Most people, it turns out, pick program A, the sure bet. This is interesting, because, on average, the two programs are exactly the same. That is, on average, program B will save 200 people, just like program A. The difference is that program B is more risky.
This would seem to demonstrate that people are risk-averse. However, you can reword the problem just slightly and get a very different response:
Two courses of action have been suggested. If program A is adopted, 400 will die. If program B is adopted, there is a one-third probability that nobody will die and a two-thirds probability that 600 people will die. Which of the two programs do you favor?
Given this scenario, most people pick program B. However, notice that this is the exact same program as in the first version of the problem! It turns out that if people think about the issue in terms of lives saved, they are risk-averse. If they think about the issue in terms of lives lost, they are risk-seeking (they choose the riskier option).
There is no right or wrong answer according to logic, because logic and statistics tell us that program A and B are essentially identical.
In my last simulation, I suggested that it actually makes sense for losses to loom larger than gains, even though statistics and logic don’t predict this. Maybe the same is true for being risk averse for gains and risk-seeking for losses. Maybe that is actually adaptive.
Here’s how my simulation worked: Each of my simulated “creatures” played the following game: They could either take a sure gain of 10 units of food, or they could take a risky gain: a 50% chance of 5 units or a 50% chance of 15 units. Again, the two choices are statistically identical — on average, you get 10 units of food either way. Some of the creatures were risk-averse and always took the sure bet; some were risk-seeking and always took the risky bet.
The creatures also played the same game for losses: they either had a guaranteed loss of 10 units or a 50% chance of losing 5 and a 50% chance of losing 15. Again, some were risk-seeking and some were risk averse.
Each creature played both games (the gain game and the loss game) 1000 times. There were 1000 creatures who were, like humans, risk-averse for gains and risk-seeking for losses. There were 1000 creatures who were risk-seeking for gains and risk-averse for losses (the opposite of humans). There were also 1000 creatures who were risk-seeking for both gains and losses.

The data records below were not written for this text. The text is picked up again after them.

"""A service of its own for a hostile party to attack: the unmodified programs on loopback, parties whose rehearsal keys this side can
derive, signed requests that can be spoilt in every part, and one printed line for each attack.

Two states are built once and copied from then on: `enrolled` (everybody is there, nothing is drafted) and `sealed` (the short campaign of
deploy/demo, sealed, its slots still to come)."""
import base64
import fcntl
import hashlib
import http.client
import json
import os
import re
import shutil
import signal
import sqlite3
import subprocess
import sys
import tempfile
import time

from group import T
from ledger import Leaf, b64, compose, gps_ns, hide, leaf_hash, sign_entry, top
from sealed import Group, Keys

build = os.path.realpath(os.environ.get('QB_BUILD', os.path.join(top, 'build')))
SEED = 7
PEOPLE = [('custodian', n) for n in ('ines', 'okoro', 'marchetti')] + [('operator', n) for n in ('lund', 'petrov')] + \
         [('analyst', n) for n in ('noor', 'diego', 'wei')] + [('driver', n) for n in ('hosta', 'hostb', 'hostc')] + \
         [('reviewer', 'asha'), ('liaison', 'mbeki'), ('auditor', 'varga'), ('custodian', 'sato')]
CUSTODIANS = ('ines', 'okoro', 'marchetti')
STATIONS = (('hosta', 'tarn'), ('hostb', 'heron'), ('hostc', 'skerry'))
CAMPAIGN = 'fells-short'
START, END = 1487894418, 1487894448  # its stretch, GPS seconds

count, failed = 0, 0


def ok(good, text, more=''):
    """One line a check; what went wrong below it."""
    global count, failed
    count += 1
    failed += not good
    print(('ok' if good else 'not ok'), count, text, flush=True)
    if not good and more != '':
        print('    ' + str(more).replace('\n', '\n    ')[:2000], flush=True)
    return bool(good)


def finish():
    sys.exit(failed > 0)


class Answer:
    """Status, headers and document of an HTTP answer."""

    def __init__(self, status, headers, raw):
        self.status, self.headers, self.raw = status, headers, raw
        try:
            self.doc = json.loads(raw)
        except ValueError:
            self.doc = {}

    @property
    def word(self):
        return str(self.doc.get('type', '')).replace('urn:quietbell:problem:', '')

    @property
    def detail(self):
        return str(self.doc.get('detail', ''))

    def __repr__(self):
        return '%d %s: %s' % (self.status, self.word or '-', self.detail or self.raw[:300].decode(errors='replace'))


class Run:
    """Exit status and output of a client: `said` on standard output, `out` everything."""

    def __init__(self, status, said, errors):
        self.status, self.said, self.out = status, said, errors + said

    @property
    def one_line(self):
        return len(self.out.strip().split('\n')) == 1

    def __repr__(self):
        return 'exit %d: %s' % (self.status, self.out.strip())


class Scene:
    def __init__(self, number, stage=None):
        self.work = tempfile.mkdtemp(prefix='qb-%s-' % number)
        self.home = os.path.join(self.work, 'home')
        self.service_pid, self.children, self.authority = None, [], None
        if stage:
            cached(stage)
            shutil.copytree(os.path.join(build, 'attack', stage), self.work, dirs_exist_ok=True)
        os.makedirs(self.home, exist_ok=True)
        with open(os.path.join(self.work, 'passphrase'), 'w') as f:
            os.fchmod(f.fileno(), 0o600)
            f.write('rehearsal only\n')
        self.env = {**os.environ, 'QUIETBELL_PASSPHRASE_FILE': os.path.join(self.work, 'passphrase'), 'NO_COLOR': '1'}
        self.party = {n: Keys(n, SEED) for n in ['admin'] + [n for _, n in PEOPLE]}

    def __enter__(self):
        return self

    def __exit__(self, kind, value, trace):
        if kind is not None and kind is not SystemExit:
            ok(False, 'the test itself: %s: %s' % (kind.__name__, value))
        for p in self.children + ([self.service_pid] if self.service_pid else []):
            if p.poll() is None:
                try:
                    os.kill(p.pid, signal.SIGCONT)
                except ProcessLookupError:
                    pass
                p.terminate()
        for p in self.children + ([self.service_pid] if self.service_pid else []):
            p.wait(30)
        if failed and os.environ.get('QB_KEEP'):
            print('# kept: ' + self.work)
        else:
            shutil.rmtree(self.work, ignore_errors=True)
        return False

    # ---- the programs ----

    @property
    def data(self):
        return os.path.join(self.work, 'service')

    @property
    def url(self):
        return 'http://' + self.authority

    def start(self, *settings, clock='rehearsal'):
        if not os.path.isdir(self.data):
            self.client('admin', 'key', 'new', '--name', 'admin', '--rehearsal-seed', str(SEED), expect=0)
            subprocess.run([os.path.join(build, 'quietbelld'), 'init', '--data', self.data, '--admin', os.path.join(self.home, 'admin', 'key.pub'),
                            '--clock', clock], check=True, stdout=subprocess.DEVNULL, stdin=subprocess.DEVNULL)
        config = os.path.join(self.work, 'q.yaml')
        with open(config, 'w') as f:
            f.write('data: %s\nlisten: 127.0.0.1:0\nclock: %s\n' % (self.data, clock) + ''.join(s + '\n' for s in settings))
        port = os.path.join(self.data, 'port')
        if os.path.exists(port):
            os.remove(port)
        log = open(os.path.join(self.work, 'service.log'), 'a')
        self.service_pid = subprocess.Popen([os.path.join(build, 'quietbelld'), '--config', config], stdin=subprocess.DEVNULL, stdout=log, stderr=log)
        until(30, lambda: os.path.exists(port) and open(port).read().strip() != '')
        self.authority = '127.0.0.1:' + open(port).read().strip()
        return self

    def stop(self):
        self.service_pid.terminate()
        status = self.service_pid.wait(30)
        self.service_pid = None
        return status

    def client(self, who, *arguments, expect=None, url=None, timeout=120):
        """Runs the client as a party."""
        address = url or (self.url if self.authority else None)
        command = [os.path.join(build, 'quietbell'), *arguments, '--home', os.path.join(self.home, who)]
        command += ['--service', address] if address else []
        p = subprocess.run(command, env=self.env, stdin=subprocess.DEVNULL, stdout=subprocess.PIPE, stderr=subprocess.PIPE, timeout=timeout)
        r = Run(p.returncode, p.stdout.decode(errors='replace'), p.stderr.decode(errors='replace'))
        if expect is not None and r.status != expect:
            raise RuntimeError('%s as %s: %s' % (' '.join(arguments), who, r))
        return r

    def client_behind(self, who, *arguments, url=None):
        """The same, going on in the background."""
        log = open(os.path.join(self.work, 'client-%s.log' % who), 'a')
        p = subprocess.Popen([os.path.join(build, 'quietbell'), *arguments, '--home', os.path.join(self.home, who), '--service', url or self.url],
                             env=self.env, stdin=subprocess.DEVNULL, stdout=log, stderr=log)
        self.children.append(p)
        return p

    def driver(self, host, station, url=None, campaign=CAMPAIGN):
        drive = os.path.join(self.work, 'drive', station)
        os.makedirs(drive, exist_ok=True)
        log = open(os.path.join(self.work, 'driver-%s.log' % station), 'a')
        p = subprocess.Popen([os.path.join(build, 'quietbell-driver'), campaign, '--station', station, '--sink', 'file:' + drive, '--home',
                              os.path.join(self.home, host), '--service', url or self.url], env=self.env, stdin=subprocess.DEVNULL, stdout=log, stderr=log)
        self.children.append(p)
        return p

    def log(self, name):
        path = os.path.join(self.work, name)
        return open(path, errors='replace').read() if os.path.exists(path) else ''

    def enrol(self, role, name):
        self.client(name, 'key', 'new', '--name', name, '--rehearsal-seed', str(SEED), expect=0)
        code = json.loads(self.client('admin', 'party', 'invite', role, name, '--json', expect=0).said)['code']
        self.client(name, 'party', 'enrol', code, expect=0)

    def clock(self, utc):
        return self.client('admin', 'service', 'clock', '--to', utc, expect=0)

    def clock_gps(self, gps):
        """At once, without waiting for drivers as our client does. The short campaign runs from START to END."""
        answer = self.request('admin', 'POST', '/v1/clock', {'to_gps': str(gps)})
        if answer.status != 200:
            raise RuntimeError('clock: %s' % answer)

    def draft(self, name=CAMPAIGN, edit=None, expect=0):
        shutil.copy(os.path.join(top, 'deploy', 'demo', 'short-network.yaml'), self.work)
        text = open(os.path.join(top, 'deploy', 'demo', 'short-plan.yaml')).read().replace('fells-short', name)
        path = os.path.join(self.work, name + '.yaml')
        open(path, 'w').write(edit(text) if edit else text)
        return self.client('admin', 'campaign', 'draft', path, '--rehearsal-seed', str(SEED), expect=expect)

    def state(self, campaign=CAMPAIGN):
        return self.request('lund', 'GET', '/v1/campaigns/' + campaign).doc.get('state')

    # ---- signed requests ----

    def request(self, who, method, path, body=None, raw=None, nonce=None, created=None, change=None, keys=None, headers=None):
        """One request, signed by `who` (a name, Keys, or None: unsigned). `change(message)` may alter method, path, raw and headers of the
        signed message before it is sent."""
        raw = raw if raw is not None else json.dumps(body).encode() if body is not None else b''
        head = {'Host': self.authority}
        if raw:
            head['Content-Type'] = 'application/json'
        if who is not None:
            head.update(self.signature(keys or self.party[who], method, path, raw, nonce, created))
        head.update(headers or {})
        message = {'method': method, 'path': path, 'raw': raw, 'headers': head}
        if change:
            change(message)
        return self.send(message)

    def signature(self, keys, method, path, raw, nonce=None, created=None):
        bare, _, query = path.partition('?')
        components = ['"@method"', '"@authority"', '"@path"', '"@query"'] + (['"content-digest"', '"content-type"'] if raw else [])
        params = '(%s);created=%d;nonce="%s";keyid="%s";alg="ed25519";tag="quietbell/1"' % (
            ' '.join(components), created or time.time(), nonce or os.urandom(16).hex(), keys.id.hex())
        digest = 'sha-512=:%s:' % b64(hashlib.sha512(raw).digest())
        lines = ['"@method": ' + method, '"@authority": ' + self.authority, '"@path": ' + bare, '"@query": ?' + query]
        lines += ['"content-digest": ' + digest, '"content-type": application/json'] if raw else []
        base = '\n'.join(lines + ['"@signature-params": ' + params])
        out = {'Signature-Input': 'qb=' + params, 'Signature': 'qb=:%s:' % b64(keys.signing.sign(base.encode()).signature)}
        if raw:
            out['Content-Digest'] = digest
        return out

    def send(self, message):
        c = http.client.HTTPConnection(self.authority, timeout=60)
        c.putrequest(message['method'], message['path'], skip_host=True, skip_accept_encoding=True)
        for name, value in message['headers'].items():
            c.putheader(name, value)
        if message['raw'] or message['method'] == 'POST':
            c.putheader('Content-Length', str(len(message['raw'])))
        c.endheaders()
        try:
            if message['raw']:
                c.send(message['raw'])
        except (BrokenPipeError, ConnectionResetError):
            pass
        r = c.getresponse()
        out = Answer(r.status, dict(r.getheaders()), r.read())
        c.close()
        return out

    def get(self, who, path):
        return self.request(who, 'GET', path)

    def now(self):
        d = self.request(None, 'GET', '/v1/service').doc
        return d['now_gps'], d['now_utc']

    def entry(self, who, kind, campaign=None, why='-', keys=None, by=None, now=None, **extra):
        """{"entry", "signature"} as that party would send it."""
        keys = keys or self.party[who]
        text = compose(kind, by or keys.name, now or self.now(), campaign, why, **extra)
        return {'entry': text, 'signature': sign_entry(keys.signing, text).hex()}

    def post(self, who, path, kind, campaign=None, more=None, **extra):
        return self.request(who, 'POST', path, {**self.entry(who, kind, campaign, **extra), **(more or {})})

    # ---- what the ledger says ----

    def leaves(self):
        out, at = [], 0
        while True:
            page = self.request(None, 'GET', '/v1/ledger/entries?from=%d&limit=500' % at).doc['entries']
            out += [base64.b64decode(f) for f in page]
            at = len(out)
            if len(page) < 500:
                return out

    def size(self):
        text = self.request(None, 'GET', '/v1/ledger/head').doc['head']
        return int(re.search(r'\nsize (\d+)\n', text).group(1))

    def entries(self, kind=None, campaign=None):
        """(leaf, entry) of every public leaf of that type."""
        out = []
        for f in self.leaves():
            leaf = Leaf.parse(f)
            e = leaf.entry()
            if (kind is None or e['type'] == kind) and (campaign is None or e.get('campaign') == campaign.hex()):
                out.append((leaf, e))
        return out

    def campaign_id(self, name=CAMPAIGN):
        for leaf, e in self.entries('plan'):
            if re.search(r'^campaign: %s$' % re.escape(name), e['plan'], re.M):
                return T('campaign/id', leaf.body)[:16]
        raise LookupError(name)

    def keys_of(self, names):
        return [(self.party[n].public, self.party[n].point) for n in names]

    def group(self, name=CAMPAIGN, custodians=CUSTODIANS, k=2, attempt=1):
        campaign = self.campaign_id(name)
        deals = {e['by']: base64.b64decode(e['message']) for _, e in self.entries('deal', campaign) if e['attempt'] == attempt}
        have = [deals[c] for c in custodians if c in deals]
        return Group(campaign, self.keys_of(custodians), len(custodians), k, have if len(have) == len(custodians) else [], attempt=attempt)

    def store(self):
        return sqlite3.connect('file:%s/store.sqlite?mode=ro' % self.data, uri=True)

    # ---- hidden entries of analysts ----

    def claim(self, who, pipeline, group, record, sequence=None, declared=None, **about):
        raw = record if isinstance(record, bytes) else record.encode()
        sequence = int.from_bytes(raw[32:40], 'little') if sequence is None else sequence
        body = {**self.entry(who, 'claim', group.campaign, pipeline=pipeline, sequence=sequence,
                             record_id=(declared or record_id(raw)).hex()), 'nonce': os.urandom(32).hex(), 'record': b64(raw)}
        return self.request(who, 'POST', '/v1/campaigns/%s/claims' % about.pop('campaign', CAMPAIGN), body, **about)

The creatures all started with 100 pieces of food.
Risk-averse for gains/Risk-seeking for losses:
98 = average units of food at end of simulation
Risk-seeking for gains/Risk-averse for losses:
92 = average units of food left at end of simulation
Risk-seeking for gains & losses:
94 = average units of food left at end of simulation
While this simulation suggested that being risk-seeking across the board is not a good thing, it did not suggest that being risk-seeking for gains and risk-averse for losses was any better than the other way around. This could be because the size of the gains and losses was too large or two small relative to the starting endowment of food. I tried both larger endowments of food (200 units) and smaller (50 units), but the pattern of results was the same.
Again, this was a very simple simulation, so it is possible that it does not include the crucial factors that make the human strategy an adaptive one. It is also possible that the human strategy is not adaptive. Hopefully I will come across some papers in the near future that report better simulations that will shed some light onto this subject.
(Note that as far as I can tell, being risk-seeking for losses should prevent people from buying insurance, yet people do. I’m not sure why this is, or how Kahneman’s theory explains this.)
Tversky, A., Kahneman, D. (1981). The framing of decisions and the psychology of choice. Science, 211, 453-458.